I’ve argued previously that current policy evades some of the difficult issues on this front. The cumulative evidence on mental illness in populations, along with research on stress arousal, tells us that some aspects of life in modern environments causally contribute to illness by acting as chronic stressors.
This pathway is thought to lie behind associations found between exposure to conditions such as insecure employment, unaffordable housing, low income, social isolation, and abuse or violence, and common forms of mental illness. The uneven distribution of these factors across the population thus contributes — in no small way — to social inequalities in health outcomes.
The lesson for health promotion is that there are tremendous opportunities available for primary prevention of mental illness, by reducing population exposures to these factors. Necessarily, this requires prudent use of complementary policy measures across a range of portfolios, including measures to reduce overall socioeconomic inequality.
Current mental health policy does not venture to pursue this wider challenge.

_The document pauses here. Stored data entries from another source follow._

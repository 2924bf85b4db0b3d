import { Matrix, inverse } from 'ml-matrix';
import { describe, expect, it } from 'vitest';
import { createFdtdLine } from '../../compile/fdtd.ts';
import type { ResolvedLine } from '../../model.ts';
import { fdtdStep } from '../fdtdStep.ts';
import { fdtdStepVarying } from '../fdtdStepVarying.ts';

// fdtdStepVarying forms every sum in the order of the general uniform loop fdtdStep, so given the
// same matrix in every cell and node it must give fdtdStep's numbers exactly (=== per value, which
// equates -0 and +0). Node 0's and node N's slots of Av, Bv are never read: they hold NaN here, and
// so do guards around the state (its layout is fixed node-major, stride n, so STYLE.md's stride
// cases do not apply; the offset case is a subarray view). Cells differing from each other are
// the business of the physics suites (test/varying-lines).

const GUARD = 3;

function uniformSegment(n: number, cells: number) {
  const v = 2e8;
  const C = new Matrix(n, n);
  const mut = [100e-12, -20e-12, -8e-12];
  for (let i = 0; i < n; i++) for (let j = 0; j < n; j++) C.set(i, j, mut[Math.abs(i - j)]);
  const L = inverse(C).mul(1 / (v * v));
  const R = new Float64Array(n * n);
  const G = new Float64Array(n * n);
  for (let i = 0; i < n; i++) { R[i * n + i] = 0.05 * (i + 1); G[i * n + i] = 2e-6; }
  const line = {
    id: 't', index: 0, from: 0, to: 1, lengthM: 30, conductors: Array.from({ length: n }, (_, i) => `c${i}`),
    L: Float64Array.from(L.to1DArray()), C: Float64Array.from(C.to1DArray()), R, G, path: ['lines', 't'], origin: 'test',
  } as ResolvedLine;
  return createFdtdLine(line, cells, (0.95 * 30) / cells / v, 0);
}

/** Repeats an n x n matrix `count` times; the slots listed in `nan` hold NaN. */
function repeat(m: Float64Array, count: number, nan: number[] = []): Float64Array {
  const out = new Float64Array(count * m.length);
  for (let k = 0; k < count; k++) out.set(nan.includes(k) ? new Float64Array(m.length).fill(NaN) : m, k * m.length);
  return out;
}

function guarded(src: Float64Array, seed: number): { buf: Float64Array; view: Float64Array } {
  const buf = new Float64Array(src.length + 2 * GUARD).fill(NaN);
  const view = buf.subarray(GUARD, GUARD + src.length);
  for (let i = 0; i < view.length; i++) view[i] = Math.sin(1.7 * i + seed) * (seed === 1 ? 1 : 0.02);
  return { buf, view };
}

describe('fdtdStepVarying', () => {
  it('gives the numbers of fdtdStep when every cell and node has the same matrices, without reading the end nodes\' slots', () => {
    for (const n of [1, 2, 3]) {
      for (const cells of [1, 2, 17]) {
        const f = uniformSegment(n, cells);
        const nn = n * n;
        const ref = { V: guarded(f.V, 1), I: guarded(f.I, 2), hEnd: new Float64Array(2 * n), tmp: new Float64Array(n) };
        const got = { V: guarded(f.V, 1), I: guarded(f.I, 2), hEnd: new Float64Array(2 * n), tmp: new Float64Array(n) };
        const iEnd = Float64Array.from({ length: 2 * n }, (_, i) => 0.01 * (i + 1));
        const Av = repeat(f.Av, cells + 1, [0, cells]);
        const Bv = repeat(f.Bv, cells + 1, [0, cells]);
        const Ai = repeat(f.Ai, cells);
        const Bi = repeat(f.Bi, cells);
        const gm = f.gm; // both ends, as createFdtdLine stores them
        expect(gm.length).toBe(2 * nn);
        for (let s = 0; s < 150; s++) {
          expect(fdtdStep(n, cells, f.Av, f.Bv, f.Ai, f.Bi, f.gm, ref.V.view, ref.I.view, iEnd, ref.hEnd, ref.tmp)).toBe(cells);
          expect(fdtdStepVarying(n, cells, Av, Bv, Ai, Bi, gm, got.V.view, got.I.view, iEnd, got.hEnd, got.tmp)).toBe(cells);
        }
        const where = `n = ${n}, cells = ${cells}`;
        for (const [a, b, name] of [[got.V.view, ref.V.view, 'V'], [got.I.view, ref.I.view, 'I'], [got.hEnd, ref.hEnd, 'hEnd']] as const) {
          for (let i = 0; i < a.length; i++) {
            expect(Number.isFinite(a[i]), `${where}: ${name}[${i}] finite`).toBe(true);
            expect(a[i] === b[i], `${where}: ${name}[${i}] ${a[i]} vs ${b[i]}`).toBe(true);
          }
        }
        for (const buf of [got.V.buf, got.I.buf]) for (let i = 0; i < GUARD; i++) { expect(buf[i]).toBeNaN(); expect(buf[buf.length - 1 - i]).toBeNaN(); }
        // The state moved (the comparison is not between two untouched arrays).
        expect(got.I.view[0]).not.toBe(guarded(f.I, 2).view[0]);
      }
    }
  });

  it('uses end N\'s own history matrix', () => {
    // gm of end N differing from end 0's changes h_N only (one cell: h_N = -(gm_N V_N + i_N + 2 I)).
    const f = uniformSegment(1, 1);
    const V = Float64Array.of(1, 2);
    const I = Float64Array.of(0);
    const hEnd = new Float64Array(2);
    fdtdStepVarying(1, 1, Float64Array.of(NaN, NaN), Float64Array.of(NaN, NaN), f.Ai, f.Bi, Float64Array.of(3, 5), V, I, Float64Array.of(0, 0), hEnd, new Float64Array(1));
    const i = f.Ai[0] * 0 - f.Bi[0] * (2 - 1);
    expect(I[0]).toBe(i);
    expect(hEnd[0]).toBe(-(3 * 1 + 0 - 2 * i));
    expect(hEnd[1]).toBe(-(5 * 2 + 0 + 2 * i));
  });
});
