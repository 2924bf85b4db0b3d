import { Matrix, inverse } from 'ml-matrix';
import { describe, expect, it } from 'vitest';
import { createFdtdLine, fdtdKernelFor, type FdtdKernel, type FdtdLine } from '../../compile/fdtd.ts';
import type { ResolvedLine } from '../../model.ts';
import { fdtdStep } from '../fdtdStep.ts';
import { fdtdStep1 } from '../fdtdStep1.ts';
import { fdtdStep2 } from '../fdtdStep2.ts';
import { fdtdStep3 } from '../fdtdStep3.ts';
import { fdtdStep4 } from '../fdtdStep4.ts';

// The unrolled kernels form every sum in the order of the general loop fdtdStep, so their results
// are the same numbers: compared with === (which equates -0 and +0, the one difference allowed:
// fdtdStep starts its sums from +0). The kernels take whole state arrays of a fixed node-major
// layout (stride n per node, no stride or offset arguments), so the stride cases of STYLE.md do
// not apply; an offset is tested by handing the kernels subarray views inside larger buffers whose
// other slots hold NaN (a stray read would spread NaN into the state, a stray write would overwrite
// a guard). The smallest segment is one cell (resolve asks for at least 2; n = 0 cannot occur:
// a line has at least one conductor).

/** Seeded PRNG (mulberry32, common practice) in [0, 1). */
function prng(seed: number): () => number {
  let a = seed >>> 0;
  return () => {
    a = (a + 0x6d2b79f5) >>> 0;
    let t = a;
    t = Math.imul(t ^ (t >>> 15), t | 1);
    t ^= t + Math.imul(t ^ (t >>> 7), t | 61);
    return ((t ^ (t >>> 14)) >>> 0) / 4294967296;
  };
}

const GUARD = 5;

/** A lossy coupled segment of n conductors (SPD C, L = C^-1 / v^2), state random, inside NaN-guarded buffers. */
function segment(n: number, cells: number, seed: number): { f: FdtdLine; bufV: Float64Array; bufI: Float64Array } {
  const v = 2e8;
  const C = new Matrix(n, n);
  const mut = [100e-12, -20e-12, -8e-12, -3e-12, -1e-12];
  for (let i = 0; i < n; i++) for (let j = 0; j < n; j++) C.set(i, j, mut[Math.abs(i - j)]);
  const L = inverse(C).mul(1 / (v * v));
  const R = new Float64Array(n * n);
  const G = new Float64Array(n * n);
  for (let i = 0; i < n; i++) {
    R[i * n + i] = 0.05 * (1 + i);
    G[i * n + i] = 1e-6;
    if (i > 0) { R[i * n + i - 1] = 0.01; R[(i - 1) * n + i] = 0.01; }
  }
  const line = {
    id: 't', index: 0, from: 0, to: 1, lengthM: 100, conductors: Array.from({ length: n }, (_, i) => `c${i}`),
    L: Float64Array.from(L.to1DArray()), C: Float64Array.from(C.to1DArray()), R, G, path: ['lines', 't'], origin: 'test',
  } as ResolvedLine;
  const f = createFdtdLine(line, cells, (0.9 * 100) / cells / v, 0);
  const rnd = prng(seed);
  const bufV = new Float64Array(f.V.length + 2 * GUARD).fill(NaN);
  const bufI = new Float64Array(f.I.length + 2 * GUARD).fill(NaN);
  f.V = bufV.subarray(GUARD, GUARD + f.V.length);
  f.I = bufI.subarray(GUARD, GUARD + f.I.length);
  for (let i = 0; i < f.V.length; i++) f.V[i] = 2 * rnd() - 1;
  for (let i = 0; i < f.I.length; i++) f.I[i] = (2 * rnd() - 1) / 50;
  for (let i = 0; i < f.iEnd.length; i++) f.iEnd[i] = (2 * rnd() - 1) / 50;
  return { f, bufV, bufI };
}

function run(k: FdtdKernel, f: FdtdLine, steps: number): number {
  let updated = 0;
  for (let s = 0; s < steps; s++) updated += k(f.n, f.cells, f.Av, f.Bv, f.Ai, f.Bi, f.gm, f.V, f.I, f.iEnd, f.hEnd, f.tmp);
  return updated;
}

function firstDifference(a: Float64Array, b: Float64Array): number {
  if (a.length !== b.length) return 0;
  // NaN equals NaN here only so that the guards of the two buffers compare; the state is checked finite apart.
  for (let i = 0; i < a.length; i++) if (!(a[i] === b[i] || (Number.isNaN(a[i]) && Number.isNaN(b[i])))) return i;
  return -1;
}

const FAST: Array<[number, FdtdKernel]> = [[1, fdtdStep1], [2, fdtdStep2], [3, fdtdStep3], [4, fdtdStep4]];

describe('fdtdKernelFor', () => {
  it('picks the unrolled kernel for one to four conductors and the general loop beyond', () => {
    for (const [n, k] of FAST) expect(fdtdKernelFor(n)).toBe(k);
    expect(fdtdKernelFor(5)).toBe(fdtdStep);
    expect(fdtdKernelFor(12)).toBe(fdtdStep);
  });

  it('is the kernel createFdtdLine stores on the segment', () => {
    for (const n of [1, 3, 4, 5]) expect(segment(n, 8, 1).f.step).toBe(fdtdKernelFor(n));
  });
});

for (const [n, fast] of FAST) {
  describe(`fdtdStep${n}`, () => {
    it('gives the same numbers as the general loop fdtdStep, for 1 to 64 cells over 200 steps', () => {
      for (const cells of [1, 2, 3, 64]) {
        const ref = segment(n, cells, 11 * n + cells);
        const got = segment(n, cells, 11 * n + cells);
        const vEnds = [...ref.f.V.subarray(0, n), ...ref.f.V.subarray(cells * n)];
        expect(run(fdtdStep, ref.f, 200)).toBe(200 * cells);
        expect(run(fast, got.f, 200)).toBe(200 * cells);
        const where = `n = ${n}, cells = ${cells}`;
        expect(firstDifference(got.bufV, ref.bufV), `${where}: V`).toBe(-1);
        expect(firstDifference(got.bufI, ref.bufI), `${where}: I`).toBe(-1);
        expect(firstDifference(got.f.hEnd, ref.f.hEnd), `${where}: hEnd`).toBe(-1);
        // Guards untouched, end-node voltages never written, state finite and moved.
        for (const buf of [got.bufV, got.bufI]) {
          for (let i = 0; i < GUARD; i++) {
            expect(buf[i]).toBeNaN();
            expect(buf[buf.length - 1 - i]).toBeNaN();
          }
        }
        expect([...got.f.V.subarray(0, n), ...got.f.V.subarray(cells * n)]).toEqual(vEnds);
        for (const x of [...got.f.V, ...got.f.I, ...got.f.hEnd]) expect(Number.isFinite(x)).toBe(true);
        const start = segment(n, cells, 11 * n + cells).f;
        if (cells > 1) expect(firstDifference(got.f.V, start.V), where).toBeGreaterThanOrEqual(0);
        expect(firstDifference(got.f.I, start.I), where).toBeGreaterThanOrEqual(0);
      }
    });
  });
}
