import { describe, expect, it } from 'vitest';
import type { Plan } from '../../compile/compile.ts';
import { junctionStep } from '../junctionStep.ts';
import { junctionStepBlocked } from '../junctionStepBlocked.ts';
import { compileWide, coupledScenario } from './blockedFixtures.ts';

// The blocked kernel performs, per junction and step, the same floating-point operations in the
// same order as junctionStep; only the order of junction visits changes, which the
// method-of-characteristics update allows (a wave written at step m is read no earlier than
// m + kMin). So every comparison below is exact (toEqual on Float64Array compares each element,
// and Object.is distinguishes -0).

function bitsEqual(a: Float64Array, b: Float64Array): boolean {
  if (a.length !== b.length) return false;
  for (let i = 0; i < a.length; i++) if (!Object.is(a[i], b[i])) return false;
  return true;
}

/** Runs the reference kernel nSteps steps; returns x after every step (nSteps x nX). */
function reference(plan: Plan, nSteps: number): Float64Array {
  const p = plan;
  const nX = p.x.length;
  const xs = new Float64Array(nSteps * nX);
  for (let n = 0; n < nSteps; n++) {
    p.slot[0] = p.waveforms[0].instance.value(n * p.dtS);
    junctionStep(0, p.nJunctions, n, p.jPort, p.jX, p.jN, p.jB, p.jK, p.jA, p.jEx, p.pIn, p.pInMask, p.pK, p.pF,
      p.pOut, p.pOutMask, p.exRow, p.exSlot, p.exCoef, p.slot, p.mat, p.wave, p.rhs, p.inc, p.x);
    xs.set(p.x, n * nX);
  }
  return xs;
}

/**
 * Runs the blocked kernel in blocks of nB with slot rows placed at slotOff with stride slotStride
 * (unused slot entries hold NaN) and x rows written per step at xOff with stride nX.
 */
function blocked(plan: Plan, nSteps: number, nB: number, slotOff: number, slotStride: number, xOff: number): Float64Array {
  const p = plan;
  const nX = p.x.length;
  const slot = new Float64Array(slotOff + nB * slotStride).fill(NaN);
  const xs = new Float64Array(xOff + nSteps * nX).fill(NaN);
  for (let n0 = 0; n0 < nSteps; n0 += nB) {
    const b = Math.min(nB, nSteps - n0);
    for (let r = 0; r < b; r++) slot[slotOff + r * slotStride] = p.waveforms[0].instance.value((n0 + r) * p.dtS);
    const done = junctionStepBlocked(0, p.nJunctions, n0, b, p.jPort, p.jX, p.jN, p.jB, p.jK, p.jA, p.jEx, p.pIn, p.pInMask,
      p.pK, p.pF, p.pOut, p.pOutMask, p.exRow, p.exSlot, p.exCoef, slot, slotStride, slotOff, p.mat, p.wave, p.rhs, p.inc,
      xs, nX, xOff + n0 * nX);
    expect(done).toBe(p.nJunctions * b);
  }
  return xs.subarray(xOff);
}

describe('junctionStepBlocked', () => {
  it('gives bit-identical waves and node voltages to junctionStep for every block length up to the shortest delay', async () => {
    const nSteps = 250;
    const ref = await compileWide(coupledScenario, 8);
    expect(ref.kMin).toBe(8);
    expect(ref.plan.pF.some((f) => f > 0)).toBe(true);
    const xRef = reference(ref.plan, nSteps);
    // The comparison can fail: the response is not trivial (the step reached the far loads).
    expect(Math.max(...xRef.subarray((nSteps - 1) * ref.plan.x.length).map(Math.abs))).toBeGreaterThan(0.05);
    for (const nB of [1, 2, 5, 8]) {
      const b = await compileWide(coupledScenario, 8);
      const xB = blocked(b.plan, nSteps, nB, 3, 2, 4);
      expect(bitsEqual(xB, xRef)).toBe(true);
      expect(bitsEqual(b.plan.wave, ref.plan.wave)).toBe(true);
    }
  });

  it('differs from the reference when the block is longer than the shortest delay', async () => {
    // Shows the comparison above is sharp: with nB > kMin a junction reads waves not yet written.
    const nSteps = 250;
    const ref = await compileWide(coupledScenario, 14);
    const xRef = reference(ref.plan, nSteps);
    const b = await compileWide(coupledScenario, 14);
    const xB = blocked(b.plan, nSteps, 14, 0, 1, 0);
    expect(bitsEqual(xB, xRef)).toBe(false);
  });

  it('keeps only the last step of a block with xStride 0 and leaves junctions outside [j0, j1) alone', async () => {
    const { plan: p } = await compileWide(coupledScenario, 8);
    p.x.fill(NaN);
    const slot = Float64Array.of(1, 1, 1, 1, 1, 1);
    const done = junctionStepBlocked(1, 3, 0, 6, p.jPort, p.jX, p.jN, p.jB, p.jK, p.jA, p.jEx, p.pIn, p.pInMask, p.pK, p.pF,
      p.pOut, p.pOutMask, p.exRow, p.exSlot, p.exCoef, slot, 1, 0, p.mat, p.wave, p.rhs, p.inc, p.x, 0, 0);
    expect(done).toBe(12);
    // Junctions 1 and 2 (H, P) have no source and see no wave yet: their x is exactly 0.
    for (let j = 0; j < p.nJunctions; j++) {
      for (let i = p.jX[j]; i < p.jX[j + 1]; i++) {
        if (j === 1 || j === 2) expect(p.x[i]).toBe(0);
        else expect(Number.isNaN(p.x[i])).toBe(true);
      }
    }
  });

  it('does nothing for nB = 0 or an empty junction range', async () => {
    const { plan: p } = await compileWide(coupledScenario, 8);
    p.x.fill(NaN);
    const slot = Float64Array.of(1);
    const args = [p.jPort, p.jX, p.jN, p.jB, p.jK, p.jA, p.jEx, p.pIn, p.pInMask, p.pK, p.pF, p.pOut, p.pOutMask, p.exRow, p.exSlot, p.exCoef] as const;
    expect(junctionStepBlocked(0, p.nJunctions, 0, 0, ...args, slot, 0, 0, p.mat, p.wave, p.rhs, p.inc, p.x, 0, 0)).toBe(0);
    expect(junctionStepBlocked(2, 2, 0, 6, ...args, slot, 0, 0, p.mat, p.wave, p.rhs, p.inc, p.x, 0, 0)).toBe(0);
    expect(p.x.every(Number.isNaN)).toBe(true);
    expect(p.wave.every((w) => w === 0)).toBe(true);
  });
});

Measures to address social factors such as secure housing and employment are predominantly focused on meeting the needs of the 2% or so of people with more severe conditions. Does the roadmap do any better?
Of five key directions policy identified by the roadmap only Direction 1, on “promoting good mental health and well-being and preventing mental illness and suicide”, alludes to the possibility of primary prevention by addressing risk factors in the social environment.
And some of the longer-term actions indicated under that direction do forecast broader social programs in important areas such as early child development, education, employment opportunities and social capital building. Sustained action in these areas to “decrease exposure to known risk factors across the lifespan” (p. 17), would indeed be a welcome advance on current policy.
However, in many other ways, and in the other four key directions, the roadmap reverts to the more familiar policy ground of an individualised, biomedical approach to mental illness, focused on access to treatment, therapies and co-ordinated care for “consumers” already ill (and especially those with more severe conditions) and early referral into treatment for those with early symptoms — especially in relation to psychotic conditions.
Here, at times, we seem to encounter an implied “social selection” view; that associations between mental illness and forms of social disadvantage come about because illness “just happens” to individuals, and only then undermines their employment, education, income or housing situation (e.g. see p. 25).
While things can happen that way round, of course, social selection does not adequately explaining overall social inequalities and social gradients in mental health.
Despite some promising signs in the roadmap, policy progress in Australia on recognising and responding to social determinants of health in general, and mental health in particular, remains partial and uncertain. It is to be expected that mental health professionals and consumer advocates will argue the policy case from a client-centred perspective — a perspective also embraced in the roadmap.
However, as compelling as that case might be, we need health policy makers and political leaders to look beyond individuals’ needs, to engage with Australian and international research on social determinants of health and confront questions about socioeconomic inequalities, population health effects and policy options across areas of government activity.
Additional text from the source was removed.